Her heart began to beat again, but slowly.
She wondered if her eyes played cruel tricks. Every night she thought of John before she went to sleep, hoping to dream of him. It never worked. Her nights were restless, often entirely sleepless.
Good God, the man looked very like him.
If it weren’t him, it must be a double standing there, chatting easily with the Earl of Swafford.
Confused, when Lance asked her to dance, she went with him, her hand limp in his.
* * * *
A flare of bronze first sparked in the corner of his eye and he turned to watch, forgetting his conversation. She walked down the dance in her mask, her hair up in a caul, her shoulders very stiff, spine straight. There might have been no one else present, for he saw only her. It felt as if his heart was burning. She looked smaller somehow. Perhaps it was the ornate gown, which almost seemed to wear her, instead of the other way about. He’d never seen her like this, Lucy in her natural habitat, surrounded by finery, gleaming with jewels, a feathered fan fluttering in her small fingers.
T
hen he focused on the man at her side. Tall. Handsome. Certainly not Winton.
“There is Lucasta Collyer Winton,” his brother-in-law confirmed. “My wife tells me you have some business to discuss with the lady.”
“Yes,” was the curt reply. He watched his lover turn and walk back down the dance. “I suppose my sister didn’t tell you what that business is?”
“Indeed, she did not. I’m generally the last to know anything.”
John rubbed one hand across his mouth. “I mean to take that lady home with me. She’ll have other ideas, I expect.”
His brother-in-law squinted. “The lady has a husband.”
“I’m aware of the fact.”
“I see.” Sadly acquainted with the bull-headed determination running a broad streak through the Carver family, the Earl had nothing more to say. He knew what little point there was in arguing.
“Who is that fellow dancing with her?” John demanded. “He’s looking smug now, but he won’t be soon when he has none of those fine teeth left in his mouth.”
“That gentleman with whom she dances, is her brother, Lancelot Collyer.”
John cleared his throat, took a breath. “Oh.” He flexed his fingers, stretching them out until the knuckles clicked. Her brother.
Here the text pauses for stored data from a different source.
function q(values: Values, flag: string, kind: QuantityKind): number | undefined {
  const v = values[flag];
  if (v === undefined || typeof v !== 'string') return undefined;
  return parseQuantity(v, kind, `--${flag}`);
}

function need(values: Values, flag: string, kind: QuantityKind, why: string): number {
  const v = q(values, flag, kind);
  if (v === undefined) throw new UsageError(`give --${flag} (${why})`);
  return v;
}

function lineOptions(values: Values): LineOptions {
  const opts: LineOptions = {};
  const d = values.dispersion, c = values['conductor-loss'];
  if (typeof d === 'string') {
    if (!DISPERSION_MODELS.includes(d as DispersionModel)) throw new UsageError(`--dispersion must be one of ${DISPERSION_MODELS.join(', ')}, not '${d}'`);
    opts.dispersion = d as DispersionModel;
  }
  if (typeof c === 'string') {
    if (!CONDUCTOR_LOSS_MODELS.includes(c as ConductorLossModel)) throw new UsageError(`--conductor-loss must be one of ${CONDUCTOR_LOSS_MODELS.join(', ')}, not '${c}'`);
    opts.conductorLoss = c as ConductorLossModel;
  }
  return opts;
}

function readText(path: string, shown: string, io: CliIo): string | null {
  try {
    if (statSync(path).size > 64 * 1024 * 1024) { io.err(`stripwright coupon: ${shown} is larger than 64 MB; is it the right file?`); return null; }
    return readFileSync(path, 'utf8');
  } catch (e) {
    const code = (e as NodeJS.ErrnoException).code;
    io.err(`stripwright coupon: cannot read ${shown}: ${code === 'ENOENT' ? 'no such file' : code === 'EISDIR' ? 'it is a folder' : (e as Error).message}`);
    return null;
  }
}

const ghz = (f: number) => `${Number((f / 1e9).toPrecision(4))} GHz`;
const sig = (x: number, d = 4) => String(Number(x.toPrecision(d)));

/** Left-out frequencies as ranges per reason: "1.2–1.4 GHz (ill-conditioned …)". */
function excludedText(r: CouponResult): string[] {
  const out: string[] = [];
  let run: { a: number; b: number; reason: string } | null = null;
  const flush = () => { if (run) out.push(`${run.a === run.b ? ghz(run.a) : `${sig(run.a / 1e9)}–${ghz(run.b)}`}: ${run.reason}`); run = null; };
  for (const p of r.points) {
    if (p.used) { flush(); continue; }
    if (run && run.reason === p.reason) run.b = p.f;
    else { flush(); run = { a: p.f, b: p.f, reason: p.reason! }; }
  }
  flush();
  return out;
}

function table(r: CouponResult): string {
  const used = r.points.filter((p) => p.used);
  const lines = [
    `Laminate from ${r.lines.length} coupon lines (${r.lines.map((l) => `${l.name} ${formatQuantity(l.length, 'length', { unit: 'mm' })}`).join(', ')})`,
    `  εr     ${sig(r.er, 5)} ± ${sig(r.uncertainty.er, 2)}`,
    `  tanδ   ${sig(r.tand, 4)} ± ${sig(r.uncertainty.tand, 2)}`,
    ...(r.roughness !== undefined ? [`  rough  ${formatQuantity(r.roughness, 'length', { unit: 'um' })} ± ${formatQuantity(r.uncertainty.roughness!, 'length', { unit: 'um', digits: 2 })} rms`] : []),
    `  stated at ${ghz(r.fMeasure)} (${r.dielectric === 'constant' ? 'constant over the band' : 'wideband Debye over the band'}); one standard uncertainty`,
    `  used   ${used.length} of ${r.points.length} frequencies, ${ghz(used[0]!.f)} to ${ghz(used[used.length - 1]!.f)}; rms misfit ε'eff ${sig(r.rms.epsEff, 2)}, ε''eff ${sig(r.rms.epsEffLoss, 2)}`,
  ];
  const ex = excludedText(r);
  if (ex.length) lines.push('  left out:', ...ex.map((e) => `    ${e}`));
  const notes = r.warnings.filter((w) => w.severity !== 'info').map((w) => `  note: ${w.message}`);
  return [...lines, ...notes].join('\n');
}

function toJson(r: CouponResult): unknown {
  return {
    er: r.er, tand: r.tand, ...(r.roughness !== undefined ? { roughness: r.roughness } : {}),
    uncertainty: r.uncertainty, uncertaintyParts: r.uncertaintyParts,
    fMeasure: r.fMeasure, dielectric: r.dielectric, substrate: r.substrate,
    excluded: r.excluded, lines: r.lines, rms: r.rms,
    points: r.points, warnings: r.warnings.map((w) => ({ severity: w.severity, message: w.message, ...(w.source ? { source: w.source } : {}) })),
  };
}

async function measure(files: string[], values: Values, io: CliIo): Promise<number> {
  if (files.length < 2) throw new UsageError('give at least two measured lines (.s2p files)');
  if (files.length > LETTERS.length && values.lengths === undefined) throw new UsageError(`with more than ${LETTERS.length} files give the lengths as --lengths L1,L2,…`);
  let lengths: number[];
  if (typeof values.lengths === 'string') {
    lengths = values.lengths.split(',').map((s, i) => parseQuantity(s.trim(), 'length', `--lengths[${i + 1}]`));
    if (lengths.length !== files.length) throw new UsageError(`--lengths gives ${lengths.length} lengths for ${files.length} files`);
  } else {
    lengths = files.map((_, i) => need(values, `length-${LETTERS[i]}`, 'length', `the port-to-port length of ${files[i]}`));
  }
  const h = need(values, 'h', 'length', 'the dielectric height');
  const t = need(values, 't', 'length', 'the copper thickness; 0 is allowed');
  const width = need(values, 'width', 'length', 'the strip width of the lines as made');
  const dielectric = values.dielectric === undefined ? undefined : values.dielectric === 'debye' ? 'wideband-debye' : values.dielectric === 'constant' ? 'constant' : null;
  if (dielectric === null) throw new UsageError(`--dielectric must be debye or constant, not '${String(values.dielectric)}'`);
  const minPhase = q(values, 'min-phase', 'angle');
  const texts: string[] = [];
  for (const f of files) {
    const text = readText(resolve(io.cwd, f), f, io);
    if (text === null) return 1;
    texts.push(text);
  }
  const r = extractLaminate({
    lines: files.map((f, i) => ({ name: basename(f), text: texts[i]!, length: lengths[i]! })),
    width, h, t,
    sigma: q(values, 'sigma', 'conductivity'), roughness: q(values, 'rough', 'length'),
    erGuess: q(values, 'er-guess', 'ratio'), tanDeltaGuess: q(values, 'tand-guess', 'ratio'),
    fitRoughness: values['fit-roughness'] === true, dielectric, fMeasure: q(values, 'f-measure', 'frequency'),
    minPhaseDeg: minPhase === undefined ? undefined : (minPhase * 180) / Math.PI, line: lineOptions(values),
  });
  io.out(values.json ? JSON.stringify(toJson(r)) : table(r));
  return 0;
}

function laminateOf(values: Values): SubstrateSpec {
  let sub: SubstrateSpec;
  if (typeof values.preset === 'string') {
    const p = findPreset(values.preset);
    if (!p) throw new InputError('bad-choice', '--preset', `one of ${SUBSTRATE_PRESETS.map((x) => x.id).join(', ')}`, JSON.stringify(values.preset));
    sub = { ...p.spec };
  } else {
    if (values.er === undefined || values.h === undefined) throw new UsageError('give the laminate: --er and --h, or --preset NAME');
    sub = { er: 0, h: 0, t: DEFAULT_COPPER_T, tanDelta: 0, sigma: ANNEALED_COPPER_SIGMA, roughness: 0 };
  }
  const er = q(values, 'er', 'ratio'), h = q(values, 'h', 'length'), t = q(values, 't', 'length'), tand = q(values, 'tand', 'ratio');
  if (er !== undefined) sub.er = er;
  if (h !== undefined) sub.h = h;
  if (t !== undefined) sub.t = t;
  if (tand !== undefined) sub.tanDelta = tand;
  return sub;
}

async function make(values: Values, io: CliIo): Promise<number> {
  if (typeof values.out !== 'string') throw new UsageError('give --out FILE.json for the coupon design');
  const out = resolve(io.cwd, values.out);
  if (existsSync(out) && !values.force) { io.err(`stripwright coupon: not replacing ${out}; nothing was written (add --force to replace it)`); return 1; }
  const from = q(values, 'from', 'frequency'), to = q(values, 'to', 'frequency');
  const band = from !== undefined || to !== undefined ? { start: from ?? Number.NaN, stop: to ?? Number.NaN } : undefined;
  const common = {
    ...(band ? { band } : {}), z0: q(values, 'z0', 'impedance'), width: q(values, 'width', 'length'),
    baseLength: q(values, 'base-length', 'length'), pitch: q(values, 'pitch', 'length'), thru: values.thru === true,
  };
  let doc: DesignDoc;
  let planText: string;
  if (typeof values['add-to'] === 'string') {
    const text = readText(resolve(io.cwd, values['add-to']), values['add-to'], io);
    if (text === null) return 1;
    const parsed = parseDesign(text);
    if (!parsed.ok) { io.err(`stripwright coupon: ${values['add-to']} cannot be read:`); for (const e of parsed.errors) io.err(`  ${e.message}`); return 1; }
    const c = couponForDesign(parsed.doc, common);
    doc = runCommand(parsed.doc, 'selection.paste', { clipboard: c.clipboard, offset: c.offset });
    planText = planLines(c.plan);
  } else {
    if (!band) throw new UsageError('give the band: --from FREQ --to FREQ');
    const c = laminateCoupon({ ...common, band, substrate: laminateOf(values) });
    doc = c.design;
    planText = planLines(c.plan);
  }
  doc.app = `stripwright ${VERSION}`;
  await writeOutputFile(out, serializeDesign(doc));
  io.out(`wrote ${out}\n${planText}`);
  return 0;
}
“A very fine young man in my employ. Perhaps you’d care for an introduction?”
He wondered if her brother would try standing in his way and if so, how best he might be handled. Just then, she looked over at him. Despite the mask, her saw her eyes flicker, that lush green gold spark betraying her emotions. “Later,” he snapped to his brother-in-law. “I’ve other business first.”
* * * *
“Ah, the Earl signals,” Lance whispered as the dance finished. “Duty calls.”
Hurriedly she backed away toward the punch bowl, suggesting she would wait for him there. Under no circumstances could she cross those tiles and stand near the man in the blue doublet, whoever he was. “I expect the Earl wants to know when you plan to marry his daughter, Lady Catherine,” she teased, her voice deceptively light.